Aus ökonomischer Perspektive sprach sich der Wirtschaftswissenschaftler Professor Jens Südekum (Heinrich-Heine-Universität Düsseldorf) für eine Verabschiedung des Haushaltes 2024 aus. Weitergehende Fragen ließen sich gegebenenfalls über einen Nachtragshaushalt klären. Südekum führt aus, dass durch das Urteil sowie dessen Folgen für den KTF und die darin enthaltenen Programme Verunsicherung bei Unternehmen und Privathaushalten entstehen werde. Die im KTF enthaltenen Projekte seien aber weiterhin notwendig und müssten rechtssicher dargestellt werden, sagte der ebenfalls von der SPD-Fraktion benannte Sachverständige.

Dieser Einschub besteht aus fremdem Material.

"""The drawn chip: what the exporters read and what the network is extracted from.

This is the contract between drawing (``chipflow.layout``), the exporters (``chipflow.export``)
and the report. All coordinates are in metres in the chip frame (origin at the lower-left
corner of the chip outline, x along the long side), already on the mask grid.
"""

from __future__ import annotations

from dataclasses import dataclass

import numpy as np
import shapely

__all__ = ["MaskLayer", "PortMark", "DrawnChannels", "Layout"]


@dataclass(frozen=True)
class MaskLayer:
    """One mask level: every channel of one depth, merged into valid polygons.

    Attributes
    ----------
    name : str
        Layer name, derived from the depth (see ``chipflow.layout``).
    depth : float
        Feature depth made with this mask [m].
    geometry : shapely.Polygon or shapely.MultiPolygon
        The drawn (channel) area of this level, valid, on the mask grid [m]. Walls between
        neighbouring channels may appear as holes.
    """

    name: str
    depth: float
    geometry: shapely.Geometry


@dataclass(frozen=True)
class PortMark:
    """A punched port.

    Attributes
    ----------
    name : str
        "inlet", "outlet", ...
    x, y : float
        Centre [m].
    diameter : float
        Punch diameter [m].
    keepout : float
        Radius of the region around the centre that only the port's own channel may enter [m].
    """

    name: str
    x: float
    y: float
    diameter: float
    keepout: float


@dataclass(frozen=True)
class DrawnChannels:
    """Every drawn channel as parallel arrays (one entry per channel).

    Attributes
    ----------
    centreline : numpy.ndarray of shapely.LineString
        Centrelines with bends discretised [m].
    length : numpy.ndarray
        Exact drawn centreline length, arcs included [m].
    width, depth : numpy.ndarray
        [m].
    generation : numpy.ndarray of int
    role : numpy.ndarray of str
        "distribution", "bed", "collection" (or "port" for port stubs).
    index : numpy.ndarray of int
        Position of the channel within its level (0 .. count-1).
    node_a, node_b : numpy.ndarray of int
        Junction/port node indices at the channel's ends (flow direction inlet -> outlet).
    layer : numpy.ndarray of int
        Index into ``Layout.layers``.
    outline : numpy.ndarray of shapely.Polygon or None
        Each channel's own outline (centreline offset by half the width each side, flat
        ends at the nodes), before merging into the mask layers [m].
    bends : numpy.ndarray of int or None
        Number of bends (circular arcs) along each channel.
    mask_width : numpy.ndarray or None
        Width measured on the merged, grid-snapped mask polygons across the middle of each
        channel's longest straight run along x [m] (see :mod:`chipflow.layout.widths`); the
        drawing checks that it equals ``width`` to 1 nm.
    """

    centreline: np.ndarray
    length: np.ndarray
    width: np.ndarray
    depth: np.ndarray
    generation: np.ndarray
    role: np.ndarray
    index: np.ndarray
    node_a: np.ndarray
    node_b: np.ndarray
    layer: np.ndarray
    outline: np.ndarray | None = None
    bends: np.ndarray | None = None
    mask_width: np.ndarray | None = None


@dataclass(frozen=True)
class Layout:
    """A sized design drawn on a chip.

    Attributes
    ----------
    name : str
        Design name.
    outline : shapely.Polygon
        Chip outline [m].
    margin : float
        Edge margin no feature may enter [m].
    grid : float
        Mask grid every coordinate is snapped to [m].
    layers : tuple of MaskLayer
        Mask levels, shallowest first.
    ports : tuple of PortMark
        Punched ports.
    channels : DrawnChannels
        Every channel with its identity, for mapping results back onto the drawing.
    node_xy : numpy.ndarray
        (n_nodes, 2) positions of the network nodes [m].
    node_names : tuple of str
        Node names ("inlet", "outlet", junction names).
    warnings : tuple of str
        Soft misses found while drawing (e.g. bed channels drawn longer than designed).
    junctions : tuple of (str, int, Junction)
        The junction geometry at the end of each tree level that splits or merges: the
        parent channel's role and generation and the :class:`~chipflow.layout.junctions.
        Junction` drawn there (one per level; every junction of a level is alike).
    """

    name: str
    outline: shapely.Polygon
    margin: float
    grid: float
    layers: tuple[MaskLayer, ...]
    ports: tuple[PortMark, ...]
    channels: DrawnChannels
    node_xy: np.ndarray
    node_names: tuple[str, ...]
    warnings: tuple[str, ...] = ()
    junctions: tuple = ()
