def parse_group_codes(path) -> list[tuple[str, str, list[tuple[float, float]]]]:
    """(entity type, layer, closed-flag, vertices) of every polyline, from the raw group codes.

    Written from the DXF reference (Autodesk DXF Reference, ENTITIES section): a file is pairs
    of lines, a group code then its value. Code 0 starts an entity, 8 is the layer, 70 the
    polyline flags (bit 1 = closed), 10/20 the x/y of a vertex; an R12 POLYLINE is followed by
    VERTEX entities up to SEQEND, an LWPOLYLINE lists its vertices itself (90 = count).
    """
    lines = path.read_text(encoding="ascii").splitlines()
    pairs = [(int(lines[i].strip()), lines[i + 1].strip()) for i in range(0, len(lines) - 1, 2)]
    start = pairs.index((2, "ENTITIES")) + 1
    out = []
    current = None
    in_vertex = False
    for code, value in pairs[start:]:
        if code == 0:
            if value == "LWPOLYLINE" or value == "POLYLINE":
                current = {"type": value, "layer": None, "flags": 0, "xy": [], "count": None}
                out.append(current)
                in_vertex = False
            elif value == "VERTEX":
                in_vertex = True
                current["xy"].append([None, None])
            elif value == "SEQEND":
                current, in_vertex = None, False
            elif value == "ENDSEC":
                break
            else:
                current, in_vertex = None, False
            continue
        if current is None:
            continue
        if current["type"] == "LWPOLYLINE":
            if code == 8:
                current["layer"] = value
            elif code == 70:
                current["flags"] = int(value)
            elif code == 90:
                current["count"] = int(value)
            elif code == 10:
                current["xy"].append([float(value), None])
            elif code == 20:
                current["xy"][-1][1] = float(value)
        else:
            if in_vertex:
                if code == 10:
                    current["xy"][-1][0] = float(value)
                elif code == 20:
                    current["xy"][-1][1] = float(value)
            elif code == 8:
                current["layer"] = value
            elif code == 70:
                current["flags"] = int(value)
    for entity in out:
        if entity["count"] is not None:
            assert entity["count"] == len(entity["xy"])
    return [(e["type"], e["layer"], e["flags"], [tuple(p) for p in e["xy"]]) for e in out]


def ezdxf_polylines(doc) -> list[tuple[str, list[tuple[float, float]], bool]]:
    out = []
    for e in doc.modelspace():
        if e.dxftype() == "LWPOLYLINE":
            out.append((e.dxf.layer, [tuple(p) for p in e.get_points("xy")], e.closed))
        elif e.dxftype() == "POLYLINE":
            out.append((e.dxf.layer, [tuple(v.dxf.location)[:2] for v in e.vertices], e.is_closed))
    return out


def mask_polygons(doc, layer: str, scale: float = 1e-6) -> list[shapely.Polygon]:
    return [
        shapely.Polygon(np.array(xy) * scale)
        for name, xy, _ in ezdxf_polylines(doc)
        if name == layer
    ]


@pytest.fixture(scope="module", params=["R2000", "R12"])
def written(request, tmp_path_factory):
    path = tmp_path_factory.mktemp("dxf") / f"chip_{request.param}.dxf"
    options = DxfOptions(version=request.param, design_hash="sha256:0123456789abcdef")
    write_dxf(LAYOUT, path, options)
    return path, ezdxf.readfile(path), options


def test_audit_has_no_errors(written):
    _, doc, _ = written
    auditor = doc.audit()
    assert not auditor.has_errors, [str(e) for e in auditor.errors]


def test_layers_are_named_after_depth_and_nothing_on_layer_0(written):
    _, doc, _ = written
    names = {layer.dxf.name for layer in doc.layers}
    assert set(MASK_NAMES) | {OUTLINE_LAYER, PORT_LAYER, NOTES_LAYER} <= names
    used = {e.dxf.layer for e in doc.modelspace()}
    assert "0" not in used
    assert not [e for e in doc.modelspace() if e.dxftype() in ("HATCH", "SOLID", "ARC", "CIRCLE")]


def test_every_mask_shape_is_a_closed_clean_polygon(written):
    _, doc, _ = written
    shapes = [s for s in ezdxf_polylines(doc) if s[0] in MASK_NAMES]
    assert len(shapes) >= 3
    for layer, xy, closed in shapes:
        assert closed, layer
        pts = np.array(xy)
        # no repeated consecutive vertices (closing edge included), no closing duplicate
        assert np.all(np.any(pts != np.roll(pts, 1, axis=0), axis=1))
        poly = shapely.Polygon(pts)
        assert poly.is_valid, shapely.is_valid_reason(poly)  # simple: no self-crossing
        assert not poly.interiors
        # every coordinate on the mask grid (0.1 um)
        assert np.allclose(pts / GRID_UM, np.rint(pts / GRID_UM), rtol=0, atol=1e-6)
    for e in doc.modelspace().query("LWPOLYLINE"):
        assert e.dxf.const_width == 0 and not e.has_width


@pytest.mark.parametrize("level", [0, 1])
def test_pieces_do_not_overlap_and_cover_the_layout_mask(written, level):
    _, doc, _ = written
    polys = mask_polygons(doc, MASK_NAMES[level])
    union = shapely.union_all(polys)
    # pairwise non-overlap: the pieces' areas add up to the area of their union
    assert sum(p.area for p in polys) == pytest.approx(union.area, rel=1e-12)
    tree = shapely.STRtree(polys)
    a, b = tree.query(polys, predicate="overlaps")
    assert not np.any(a != b)
    # union matches the layout within the grid tolerance: |A xor B| <= perimeter * grid
    target = LAYOUT.layers[level].geometry
    assert shapely.symmetric_difference(union, target).area <= target.length * LAYOUT.grid
    assert union.area == pytest.approx(target.area, rel=1e-9)


def test_bed_level_needs_pieces_because_of_its_holes(written):
    _, doc, _ = written
    # 7 walls are holes of one outline: split writes it as several hole-free pieces
    assert len(LAYOUT.layers[0].geometry.interiors) == 7
    assert len(mask_polygons(doc, MASK_NAMES[0])) >= 2


def test_notes_state_units_polarity_mirror_name_and_hash(written):
    _, doc, options = written
    text = "\n".join(
        e.dxf.text for e in doc.modelspace().query("TEXT") if e.dxf.layer == NOTES_LAYER
    )
    assert "units: 1 drawing unit = 1 micrometre (um)" in text
    assert "polarity: drawn shapes are the channels" in text
    assert "mirror: no" in text
    assert "comb test chip" in text
    assert "sha256:0123456789abcdef" in text
    if options.version == "R2000":
        assert doc.header["$INSUNITS"] == 13  # 13 = micrometres (DXF reference, $INSUNITS)
    else:
        assert "$INSUNITS" not in doc.header


def test_group_code_parse_matches_ezdxf(written):
    path, doc, options = written
    raw = parse_group_codes(path)
    expected_type = "POLYLINE" if options.version == "R12" else "LWPOLYLINE"
    assert {t for t, *_ in raw} == {expected_type}
    from_ezdxf = ezdxf_polylines(doc)
    assert len(raw) == len(from_ezdxf)
    for (_, layer, flags, xy), (layer2, xy2, closed) in zip(raw, from_ezdxf, strict=True):
        assert layer == layer2
        assert bool(flags & 1) and closed
        assert xy == xy2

Ähnliche argumentiert der Wirtschaftswissenschaftler Professor Berthold U. Wigger (Karlsruher Institut für Technologie). Es entstünden „zusätzliche Unsicherheiten“, sagte Wigger mit Verweis auf die wirtschaftliche Lage in Deutschland. Wichtig sei nun die Priorisierung im Haushalt. Steuererhöhungen, um einnahmenseitig zu reagieren, sah der von der FDP-Fraktion benannte Sachverständige skeptisch. Die steuerlichen Rahmenbedingungen beeinflussten die Standortattraktivität – und Deutschland habe in den vergangenen 15 Jahren an Standortattraktivität verloren, so Wigger.
Für eine Priorisierung im Haushalt sprach sich auch der Wirtschaftswissenschaftler Professor Dirk Meyer (Universität der Bundeswehr Hamburg) aus. Eine weitere Möglichkeit sah Meyer unter anderem in der stärkeren Nutzung von Marktmechanismen wie dem CO2-Preis. Würde man langfristig von einer „Verordnungspolitik“ samt Technologielenkung wegkommen, ließen sich Haushaltsmittel freikriegen, sagte der von der AfD-Fraktion benannte Sachverständige.
Insgesamt äußerten sich zehn Sachverständige auf Fragen der Abgeordneten und in schriftlichen Stellungnahmen. Das Video der Anhörung, die Sachverständigenliste und deren Stellungnahmen auf bundestag.de.
Haushaltssperre
Das Bundesfinanzministerium hat die für den Klima- und Transformationsfonds verfügte Haushaltssperre auf nahezu den gesamten Bundeshaushalt ausgeweitet, berichtet die Tagesschau unter dem Titel: „Nach Urteil des Verfassungsgerichts – Finanzministerium weitet Haushaltssperre aus“. Das Bundesfinanzministerium „stoppt die Verpflichtungsermächtigungen in 2023, um Vorbelastungen für kommende Jahre zu vermeiden“.
Regierungserklärung erwartet
Bundeskanzler Olaf Scholz wird sich heute am Dienstag, 28. November 2023, im Rahmen einer 25-minütigen Regierungserklärung zur gegenwärtigen Haushaltslage äußern. Dies wird ab 10 Uhr live im Parlaments-TV übertragen.